## Exercise:
Would you copy all lines in the data that contain the word "begin"?

## Data for review:
import { sql } from 'kysely'

import type { Migration } from './migration'

/** Computations that can be repeated to the same digits, and the claims that rest on them. */
export const findings: Migration = {
  name: '0004_findings',
  up: [
    sql`create table method_run (
      id text primary key check (length(id) = 26),
      engagement_id text not null references engagement (id),
      number integer not null check (number > 0),
      method_id text not null,
      method_version integer not null check (method_version > 0),
      inputs text not null check (json_valid(inputs)),
      result text not null check (json_valid(result)),
      figures text not null check (json_valid(figures)),
      created_by text not null references person (id),
      created_at integer not null,
      unique (engagement_id, number)
    ) strict`,
    sql`create table method_run_evidence (
      run_id text not null references method_run (id),
      evidence_id text not null references evidence (id),
      sha256 text not null check (length(sha256) = 64),
      primary key (run_id, evidence_id)
    ) strict`,
    sql`create trigger method_run_is_kept before update on method_run
      begin select raise(abort, 'a run is never edited'); end`,
    sql`create trigger method_run_is_not_dropped before delete on method_run
      begin select raise(abort, 'a run is never deleted'); end`,
    sql`create trigger method_run_evidence_is_kept before update on method_run_evidence
      begin select raise(abort, 'the evidence of a run is never edited'); end`,
    sql`create trigger method_run_evidence_is_not_dropped before delete on method_run_evidence
      begin select raise(abort, 'the evidence of a run is never deleted'); end`,
    sql`create table finding (
      id text primary key check (length(id) = 26),
      engagement_id text not null references engagement (id),
      number integer not null check (number > 0),
      claim text not null check (length(claim) > 0),
      severity text not null check (severity in ('critical', 'major', 'minor', 'note')),
      confidence text not null check (confidence in ('high', 'medium', 'low')),
      reasoning text not null,
      alternative_causes text not null,
      disproving_experiment text not null,
      status text not null check (status in ('draft', 'published')),
      author_id text not null references person (id),
      created_at integer not null,
      published_at integer,
      unique (engagement_id, number),
      check ((status = 'published') = (published_at is not null))
    ) strict`,
    sql`create trigger finding_is_kept_once_published before update on finding when old.status = 'published'
      begin select raise(abort, 'a published finding is never edited'); end`,
    sql`create table finding_run (
      finding_id text not null references finding (id),
      run_id text not null references method_run (id),
      position integer not null,
      primary key (finding_id, run_id)
    ) strict`,
    sql`create trigger finding_run_is_kept_once_published before delete on finding_run
      when (select status from finding where id = old.finding_id) = 'published'
      begin select raise(abort, 'a published finding is never edited'); end`,
    sql`create table finding_action (
      id text primary key check (length(id) = 26),
      finding_id text not null references finding (id),
      position integer not null,
      instruction text not null check (length(instruction) > 0),
      part_values text not null,
      side_effects text not null
    ) strict`,
    sql`create trigger finding_action_is_kept_once_published before delete on finding_action
      when (select status from finding where id = old.finding_id) = 'published'
      begin select raise(abort, 'a published finding is never edited'); end`,
  ],
}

## Result of the task:
      begin select raise(abort, 'a run is never edited'); end`,
      begin select raise(abort, 'a run is never deleted'); end`,
      begin select raise(abort, 'the evidence of a run is never edited'); end`,
      begin select raise(abort, 'the evidence of a run is never deleted'); end`,
      begin select raise(abort, 'a published finding is never edited'); end`,
      begin select raise(abort, 'a published finding is never edited'); end`,
      begin select raise(abort, 'a published finding is never edited'); end`,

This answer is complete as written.